=== SUPPLIED RECORDS ===
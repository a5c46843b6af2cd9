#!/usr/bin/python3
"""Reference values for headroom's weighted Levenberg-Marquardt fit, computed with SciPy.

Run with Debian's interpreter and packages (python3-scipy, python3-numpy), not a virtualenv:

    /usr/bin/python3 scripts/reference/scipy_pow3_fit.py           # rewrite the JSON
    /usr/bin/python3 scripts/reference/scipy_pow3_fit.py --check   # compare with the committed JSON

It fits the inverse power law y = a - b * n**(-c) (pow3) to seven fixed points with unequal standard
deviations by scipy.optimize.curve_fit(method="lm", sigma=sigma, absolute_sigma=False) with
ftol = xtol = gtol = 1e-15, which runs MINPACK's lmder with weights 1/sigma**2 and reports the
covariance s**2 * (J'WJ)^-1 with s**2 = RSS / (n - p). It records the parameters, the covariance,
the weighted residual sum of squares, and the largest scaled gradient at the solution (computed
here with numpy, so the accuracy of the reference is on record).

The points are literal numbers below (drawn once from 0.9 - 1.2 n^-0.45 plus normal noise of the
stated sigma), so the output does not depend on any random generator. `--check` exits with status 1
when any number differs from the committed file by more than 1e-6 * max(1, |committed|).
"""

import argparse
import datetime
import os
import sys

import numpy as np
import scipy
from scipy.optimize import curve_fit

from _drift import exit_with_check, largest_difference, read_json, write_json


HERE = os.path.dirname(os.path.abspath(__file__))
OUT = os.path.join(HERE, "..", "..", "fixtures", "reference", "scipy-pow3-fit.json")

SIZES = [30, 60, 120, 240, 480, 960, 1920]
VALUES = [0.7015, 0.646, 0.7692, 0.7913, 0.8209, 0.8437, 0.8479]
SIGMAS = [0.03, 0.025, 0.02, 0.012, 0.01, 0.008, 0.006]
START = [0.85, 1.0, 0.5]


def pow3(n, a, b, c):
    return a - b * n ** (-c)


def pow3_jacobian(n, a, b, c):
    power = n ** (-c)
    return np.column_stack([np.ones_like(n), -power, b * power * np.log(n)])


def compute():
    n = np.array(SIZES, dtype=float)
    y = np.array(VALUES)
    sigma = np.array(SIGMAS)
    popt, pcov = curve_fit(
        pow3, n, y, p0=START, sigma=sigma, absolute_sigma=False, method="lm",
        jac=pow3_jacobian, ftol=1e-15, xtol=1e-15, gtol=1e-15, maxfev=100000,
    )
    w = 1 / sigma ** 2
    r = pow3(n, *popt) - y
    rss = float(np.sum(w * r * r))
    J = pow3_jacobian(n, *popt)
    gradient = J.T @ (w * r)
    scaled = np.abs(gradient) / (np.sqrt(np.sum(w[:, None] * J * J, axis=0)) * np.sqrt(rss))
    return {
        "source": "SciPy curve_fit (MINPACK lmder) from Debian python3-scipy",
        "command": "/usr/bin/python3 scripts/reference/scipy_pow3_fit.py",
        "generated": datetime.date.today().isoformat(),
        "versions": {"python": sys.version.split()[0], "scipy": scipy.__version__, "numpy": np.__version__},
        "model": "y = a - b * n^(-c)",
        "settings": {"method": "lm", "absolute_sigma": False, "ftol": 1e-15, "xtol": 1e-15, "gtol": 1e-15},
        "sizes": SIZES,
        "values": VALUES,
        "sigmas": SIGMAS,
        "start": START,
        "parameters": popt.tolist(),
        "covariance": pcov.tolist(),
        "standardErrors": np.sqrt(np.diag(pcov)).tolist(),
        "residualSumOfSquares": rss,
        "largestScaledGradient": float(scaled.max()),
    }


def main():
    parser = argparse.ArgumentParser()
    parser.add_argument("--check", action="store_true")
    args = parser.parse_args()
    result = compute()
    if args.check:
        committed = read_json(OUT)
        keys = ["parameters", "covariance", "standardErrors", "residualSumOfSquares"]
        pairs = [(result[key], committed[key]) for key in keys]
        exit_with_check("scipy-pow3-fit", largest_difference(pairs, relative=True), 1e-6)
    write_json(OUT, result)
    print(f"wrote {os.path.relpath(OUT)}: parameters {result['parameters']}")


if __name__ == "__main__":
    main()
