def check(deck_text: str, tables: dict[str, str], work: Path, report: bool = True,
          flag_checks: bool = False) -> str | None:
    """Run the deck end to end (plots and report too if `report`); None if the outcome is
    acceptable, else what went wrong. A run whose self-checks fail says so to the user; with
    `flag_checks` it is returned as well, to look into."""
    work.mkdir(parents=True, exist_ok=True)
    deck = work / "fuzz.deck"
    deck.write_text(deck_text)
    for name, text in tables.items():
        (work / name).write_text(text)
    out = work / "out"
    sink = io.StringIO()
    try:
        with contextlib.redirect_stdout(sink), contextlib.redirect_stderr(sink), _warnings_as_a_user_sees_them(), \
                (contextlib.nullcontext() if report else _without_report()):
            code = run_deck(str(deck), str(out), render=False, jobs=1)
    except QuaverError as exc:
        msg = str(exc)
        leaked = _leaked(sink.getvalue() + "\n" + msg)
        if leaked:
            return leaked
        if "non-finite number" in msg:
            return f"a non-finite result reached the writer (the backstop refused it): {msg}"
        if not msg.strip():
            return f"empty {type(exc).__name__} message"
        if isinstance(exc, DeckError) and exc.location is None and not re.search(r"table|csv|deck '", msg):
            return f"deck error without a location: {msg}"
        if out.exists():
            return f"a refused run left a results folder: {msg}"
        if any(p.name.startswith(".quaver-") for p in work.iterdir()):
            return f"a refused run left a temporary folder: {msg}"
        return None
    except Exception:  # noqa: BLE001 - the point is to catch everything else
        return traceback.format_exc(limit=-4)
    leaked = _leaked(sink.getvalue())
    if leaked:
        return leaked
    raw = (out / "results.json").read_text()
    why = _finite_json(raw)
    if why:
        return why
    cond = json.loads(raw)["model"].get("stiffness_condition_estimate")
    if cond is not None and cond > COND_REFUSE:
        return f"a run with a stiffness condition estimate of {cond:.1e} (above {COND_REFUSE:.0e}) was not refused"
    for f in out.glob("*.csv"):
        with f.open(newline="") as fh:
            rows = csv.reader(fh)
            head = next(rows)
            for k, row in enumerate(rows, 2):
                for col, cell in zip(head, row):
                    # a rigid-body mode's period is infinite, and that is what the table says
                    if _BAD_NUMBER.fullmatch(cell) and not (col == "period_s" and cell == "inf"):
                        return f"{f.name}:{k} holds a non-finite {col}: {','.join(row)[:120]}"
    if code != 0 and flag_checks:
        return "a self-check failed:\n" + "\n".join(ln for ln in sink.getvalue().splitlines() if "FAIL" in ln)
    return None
==
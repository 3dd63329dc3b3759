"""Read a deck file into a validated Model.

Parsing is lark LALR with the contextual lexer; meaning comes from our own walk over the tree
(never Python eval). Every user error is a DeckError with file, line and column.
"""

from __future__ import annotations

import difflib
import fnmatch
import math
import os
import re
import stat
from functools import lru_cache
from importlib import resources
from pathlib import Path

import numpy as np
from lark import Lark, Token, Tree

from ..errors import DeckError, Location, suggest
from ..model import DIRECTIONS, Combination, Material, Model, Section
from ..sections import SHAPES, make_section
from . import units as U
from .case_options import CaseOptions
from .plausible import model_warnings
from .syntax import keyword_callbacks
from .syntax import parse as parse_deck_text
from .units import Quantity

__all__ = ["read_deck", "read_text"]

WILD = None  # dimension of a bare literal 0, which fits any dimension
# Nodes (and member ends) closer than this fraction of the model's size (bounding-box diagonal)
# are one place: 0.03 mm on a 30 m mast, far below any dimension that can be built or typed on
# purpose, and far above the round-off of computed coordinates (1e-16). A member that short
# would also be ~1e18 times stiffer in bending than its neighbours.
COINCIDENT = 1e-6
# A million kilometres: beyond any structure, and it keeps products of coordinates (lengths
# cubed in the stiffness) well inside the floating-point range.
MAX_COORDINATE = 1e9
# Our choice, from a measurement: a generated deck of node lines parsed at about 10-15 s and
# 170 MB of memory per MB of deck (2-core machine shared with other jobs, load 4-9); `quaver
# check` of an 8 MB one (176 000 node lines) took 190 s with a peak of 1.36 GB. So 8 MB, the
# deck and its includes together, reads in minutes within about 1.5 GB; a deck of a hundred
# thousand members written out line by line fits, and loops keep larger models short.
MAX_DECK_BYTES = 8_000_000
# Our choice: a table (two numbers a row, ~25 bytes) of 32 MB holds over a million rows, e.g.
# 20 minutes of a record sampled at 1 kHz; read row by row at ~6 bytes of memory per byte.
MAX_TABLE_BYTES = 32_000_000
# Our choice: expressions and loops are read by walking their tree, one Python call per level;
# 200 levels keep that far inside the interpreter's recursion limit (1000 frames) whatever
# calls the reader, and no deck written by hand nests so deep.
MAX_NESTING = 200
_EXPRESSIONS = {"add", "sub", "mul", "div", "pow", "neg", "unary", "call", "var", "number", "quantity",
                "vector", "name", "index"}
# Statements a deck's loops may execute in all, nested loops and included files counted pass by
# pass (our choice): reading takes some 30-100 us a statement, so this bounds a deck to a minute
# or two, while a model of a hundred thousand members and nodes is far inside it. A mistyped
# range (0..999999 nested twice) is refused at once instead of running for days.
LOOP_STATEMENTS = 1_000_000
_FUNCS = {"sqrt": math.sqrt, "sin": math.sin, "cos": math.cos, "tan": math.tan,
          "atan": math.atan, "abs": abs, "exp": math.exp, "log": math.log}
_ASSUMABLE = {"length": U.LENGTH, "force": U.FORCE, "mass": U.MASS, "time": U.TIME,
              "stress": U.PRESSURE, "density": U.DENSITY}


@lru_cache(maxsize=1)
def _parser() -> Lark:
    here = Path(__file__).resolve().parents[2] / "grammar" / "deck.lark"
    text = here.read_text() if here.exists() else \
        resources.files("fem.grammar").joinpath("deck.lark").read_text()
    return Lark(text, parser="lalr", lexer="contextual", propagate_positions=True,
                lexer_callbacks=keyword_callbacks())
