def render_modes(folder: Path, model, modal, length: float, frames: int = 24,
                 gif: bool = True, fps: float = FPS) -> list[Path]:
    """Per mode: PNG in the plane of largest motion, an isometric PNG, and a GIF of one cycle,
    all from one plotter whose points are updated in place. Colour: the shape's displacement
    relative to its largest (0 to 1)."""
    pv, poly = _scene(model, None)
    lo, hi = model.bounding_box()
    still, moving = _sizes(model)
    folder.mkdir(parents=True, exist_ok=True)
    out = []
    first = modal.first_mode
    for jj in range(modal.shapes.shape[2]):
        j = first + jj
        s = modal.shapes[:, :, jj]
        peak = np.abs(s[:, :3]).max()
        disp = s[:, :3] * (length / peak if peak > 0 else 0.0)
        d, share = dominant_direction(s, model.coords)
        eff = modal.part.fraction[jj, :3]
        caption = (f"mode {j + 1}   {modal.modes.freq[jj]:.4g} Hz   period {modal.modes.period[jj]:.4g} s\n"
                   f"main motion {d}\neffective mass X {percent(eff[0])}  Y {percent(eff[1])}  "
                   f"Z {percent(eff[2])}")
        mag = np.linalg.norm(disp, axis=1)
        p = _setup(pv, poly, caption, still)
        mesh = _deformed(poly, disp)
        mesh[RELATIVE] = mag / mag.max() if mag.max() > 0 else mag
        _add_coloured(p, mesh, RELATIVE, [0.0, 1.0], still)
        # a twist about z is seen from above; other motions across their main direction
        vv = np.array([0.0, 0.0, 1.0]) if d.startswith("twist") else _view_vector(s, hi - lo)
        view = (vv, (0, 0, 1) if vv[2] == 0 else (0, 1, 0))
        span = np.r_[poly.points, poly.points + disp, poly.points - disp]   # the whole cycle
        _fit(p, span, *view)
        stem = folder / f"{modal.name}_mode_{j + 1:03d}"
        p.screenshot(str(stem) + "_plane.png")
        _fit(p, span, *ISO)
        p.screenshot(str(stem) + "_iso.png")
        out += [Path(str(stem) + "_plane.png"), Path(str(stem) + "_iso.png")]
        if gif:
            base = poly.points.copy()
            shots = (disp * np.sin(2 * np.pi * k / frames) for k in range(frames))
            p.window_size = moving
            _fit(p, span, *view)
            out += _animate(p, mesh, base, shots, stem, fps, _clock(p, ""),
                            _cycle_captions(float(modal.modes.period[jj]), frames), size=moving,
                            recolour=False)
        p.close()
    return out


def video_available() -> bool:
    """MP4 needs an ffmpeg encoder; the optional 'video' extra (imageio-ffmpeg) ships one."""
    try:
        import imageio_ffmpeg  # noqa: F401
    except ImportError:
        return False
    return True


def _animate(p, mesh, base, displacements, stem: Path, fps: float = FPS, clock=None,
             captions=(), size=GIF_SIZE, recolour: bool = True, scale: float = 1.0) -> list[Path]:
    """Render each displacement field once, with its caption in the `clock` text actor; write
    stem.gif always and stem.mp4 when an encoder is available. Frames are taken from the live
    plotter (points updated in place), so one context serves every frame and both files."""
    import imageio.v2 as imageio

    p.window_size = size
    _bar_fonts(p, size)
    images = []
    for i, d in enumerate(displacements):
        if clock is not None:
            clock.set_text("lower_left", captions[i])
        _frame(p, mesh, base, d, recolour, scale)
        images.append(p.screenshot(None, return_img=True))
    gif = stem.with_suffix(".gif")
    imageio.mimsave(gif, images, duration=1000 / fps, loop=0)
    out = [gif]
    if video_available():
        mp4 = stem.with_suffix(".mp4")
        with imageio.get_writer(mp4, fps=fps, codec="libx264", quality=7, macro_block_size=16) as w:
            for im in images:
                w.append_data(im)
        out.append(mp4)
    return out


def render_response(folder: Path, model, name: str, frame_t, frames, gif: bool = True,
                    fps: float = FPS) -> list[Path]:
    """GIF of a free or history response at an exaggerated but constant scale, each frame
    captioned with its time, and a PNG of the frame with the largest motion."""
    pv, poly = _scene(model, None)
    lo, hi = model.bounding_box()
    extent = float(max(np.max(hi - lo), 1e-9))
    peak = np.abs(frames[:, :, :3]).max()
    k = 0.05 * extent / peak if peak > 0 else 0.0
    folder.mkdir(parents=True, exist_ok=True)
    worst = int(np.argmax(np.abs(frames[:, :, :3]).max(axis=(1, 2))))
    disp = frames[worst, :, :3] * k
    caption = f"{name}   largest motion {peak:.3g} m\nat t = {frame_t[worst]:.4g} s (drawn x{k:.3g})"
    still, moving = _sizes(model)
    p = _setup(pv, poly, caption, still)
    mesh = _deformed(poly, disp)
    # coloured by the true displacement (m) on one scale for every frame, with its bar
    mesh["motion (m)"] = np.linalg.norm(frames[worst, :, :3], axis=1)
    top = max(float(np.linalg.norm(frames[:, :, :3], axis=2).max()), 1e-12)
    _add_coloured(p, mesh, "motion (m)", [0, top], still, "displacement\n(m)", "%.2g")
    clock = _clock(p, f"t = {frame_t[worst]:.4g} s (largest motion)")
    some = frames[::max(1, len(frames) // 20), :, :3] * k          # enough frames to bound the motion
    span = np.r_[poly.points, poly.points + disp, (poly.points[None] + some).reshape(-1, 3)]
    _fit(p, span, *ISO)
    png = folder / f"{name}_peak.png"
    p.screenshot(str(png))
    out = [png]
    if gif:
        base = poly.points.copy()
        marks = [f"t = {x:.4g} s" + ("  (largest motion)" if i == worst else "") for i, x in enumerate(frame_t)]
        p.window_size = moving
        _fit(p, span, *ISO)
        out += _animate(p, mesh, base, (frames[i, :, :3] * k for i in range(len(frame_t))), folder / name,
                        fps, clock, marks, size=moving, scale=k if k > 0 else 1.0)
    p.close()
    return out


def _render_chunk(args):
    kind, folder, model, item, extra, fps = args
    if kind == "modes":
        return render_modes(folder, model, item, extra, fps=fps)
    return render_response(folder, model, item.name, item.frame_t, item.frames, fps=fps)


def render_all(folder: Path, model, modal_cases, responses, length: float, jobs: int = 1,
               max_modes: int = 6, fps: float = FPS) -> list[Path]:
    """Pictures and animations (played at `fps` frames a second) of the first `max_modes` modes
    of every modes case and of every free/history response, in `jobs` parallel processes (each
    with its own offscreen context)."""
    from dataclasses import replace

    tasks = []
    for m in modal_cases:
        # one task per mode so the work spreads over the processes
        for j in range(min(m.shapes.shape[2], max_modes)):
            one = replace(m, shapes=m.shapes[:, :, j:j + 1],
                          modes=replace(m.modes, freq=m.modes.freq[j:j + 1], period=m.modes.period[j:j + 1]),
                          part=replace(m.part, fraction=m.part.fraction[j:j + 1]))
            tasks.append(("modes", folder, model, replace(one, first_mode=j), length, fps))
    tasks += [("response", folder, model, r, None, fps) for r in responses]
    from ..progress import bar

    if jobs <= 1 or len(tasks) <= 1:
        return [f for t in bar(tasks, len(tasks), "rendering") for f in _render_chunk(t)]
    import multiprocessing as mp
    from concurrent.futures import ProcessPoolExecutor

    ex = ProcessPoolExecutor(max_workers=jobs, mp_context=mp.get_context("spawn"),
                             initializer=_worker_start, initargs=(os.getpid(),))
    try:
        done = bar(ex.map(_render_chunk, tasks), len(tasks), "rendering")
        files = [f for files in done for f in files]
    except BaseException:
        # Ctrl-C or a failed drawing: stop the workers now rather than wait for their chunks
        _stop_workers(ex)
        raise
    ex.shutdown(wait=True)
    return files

=== WHAT YOU NEED TO DO ===
Scan the entries above for the line containing "stem.gif always and", and copy it and all lines after it exactly, down to and including the line containing "if clock is".

=== TASK OUTPUT ===
    stem.gif always and stem.mp4 when an encoder is available. Frames are taken from the live
    plotter (points updated in place), so one context serves every frame and both files."""
    import imageio.v2 as imageio

    p.window_size = size
    _bar_fonts(p, size)
    images = []
    for i, d in enumerate(displacements):
        if clock is not None:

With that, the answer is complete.